Moda, Kylie Jenner e o circo mediático
Fora do ecrã, o espectáculo Timothée Chalamet continua. É presença constante na GQ, no Met Gala, em campanhas de luxo. Usa fatos que parecem desenhados sob alucinação criativa. E depois vem a namorada Kylie Jenner. A relação coloca-o na zona perigosa onde cinema, reality e gossip se confundem. Muitos afundam-se aí. Até agora, ele equilibra-se: dá alimento à máquina, mas continua a falar mais de filmes do que de marcas.

É o melhor actor da sua geração?
Resposta curta: está perigosamente perto. Timothée Chalamet tem timing. Vulnerabilidade. Carisma. Inteligência. Um radar afinado para projectos que não o vão envergonhar daqui a 20 anos. Não quer ser tudo para todos. Quer continuar a surpreender-se.
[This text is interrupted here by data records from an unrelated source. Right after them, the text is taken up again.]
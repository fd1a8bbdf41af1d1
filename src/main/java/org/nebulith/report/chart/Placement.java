package org.nebulith.report.chart;

import java.awt.geom.Rectangle2D;
import java.util.ArrayList;
import java.util.List;

/**
 * Free-space bookkeeping for direct labels and notes: the boxes already taken and the drawn lines
 * (device coordinates) a new box must not cross.
 */
final class Placement {

    private final Rectangle2D bounds;
    private final List<Rectangle2D> taken = new ArrayList<>();
    private final List<double[][]> lines = new ArrayList<>();

    /** @param bounds the region labels must stay inside [pt] */
    Placement(final Rectangle2D bounds) {
        this.bounds = bounds;
    }

    /** @param device x and y device coordinates of a drawn line (NaN = break) */
    void line(final double[][] device) {
        lines.add(device);
    }

    /** @param box a box now taken */
    void take(final Rectangle2D box) {
        taken.add(box);
    }

    /**
     * @param box    a candidate box
     * @param except index of a line allowed to touch the box (its own curve), or -1
     * @return whether the box is inside the bounds and free of other boxes and lines
     */
    boolean free(final Rectangle2D box, final int except) {
        if (!bounds.contains(box)) {
            return false;
        }
        for (Rectangle2D r : taken) {
            if (r.intersects(box)) {
                return false;
            }
        }
        for (int k = 0; k < lines.size(); k++) {
            if (k != except && crosses(lines.get(k), box)) {
                return false;
            }
        }
        return true;
    }

    /** @param box a box @return how many line vertices and segments touch it (0 = free of lines) */
    int hits(final Rectangle2D box) {
        int n = 0;
        for (double[][] l : lines) {
            n += crosses(l, box) ? 1 : 0;
        }
        for (Rectangle2D r : taken) {
            n += r.intersects(box) ? 1 : 0;
        }
        return n;
    }

    private static boolean crosses(final double[][] l, final Rectangle2D box) {
        double[] x = l[0];
        double[] y = l[1];
        for (int i = 1; i < x.length; i++) {
            if (Double.isFinite(x[i]) && Double.isFinite(x[i - 1])
                    && box.intersectsLine(x[i - 1], y[i - 1], x[i], y[i])) {
                return true;
            }
        }
        return x.length == 1 && Double.isFinite(x[0]) && box.contains(x[0], y[0]);
    }
}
Fala de “dar o melhor shot à sua arte” com seriedade quase antiga. Como se ainda acreditasse que isto é mais do que uma fábrica de conteúdos.

A contradição que mantém Hollywood viva
Na verdade, Timothée Chalamet é uma contradição ambulante. Parece frágil, mas aguenta gigantes. Parece tímido, mas incendeia multidões. Parece perdido no ruído, mas decide com frieza. Num tempo dominado por remakes, universos partilhados e nostalgia reciclada, é estranho — e reconfortante — ver um actor jovem a apostar no risco, na ambiguidade e na emoção. Se continuar assim, pode ser histórico. Desde que mantenha o essencial: confiar no trabalho, desconfiar do circo e nunca desligar o cérebro. Vamos ver o que vai acontecer a 15 de março se tem a sua consagração com o Oscar de Melhor Actor 2026.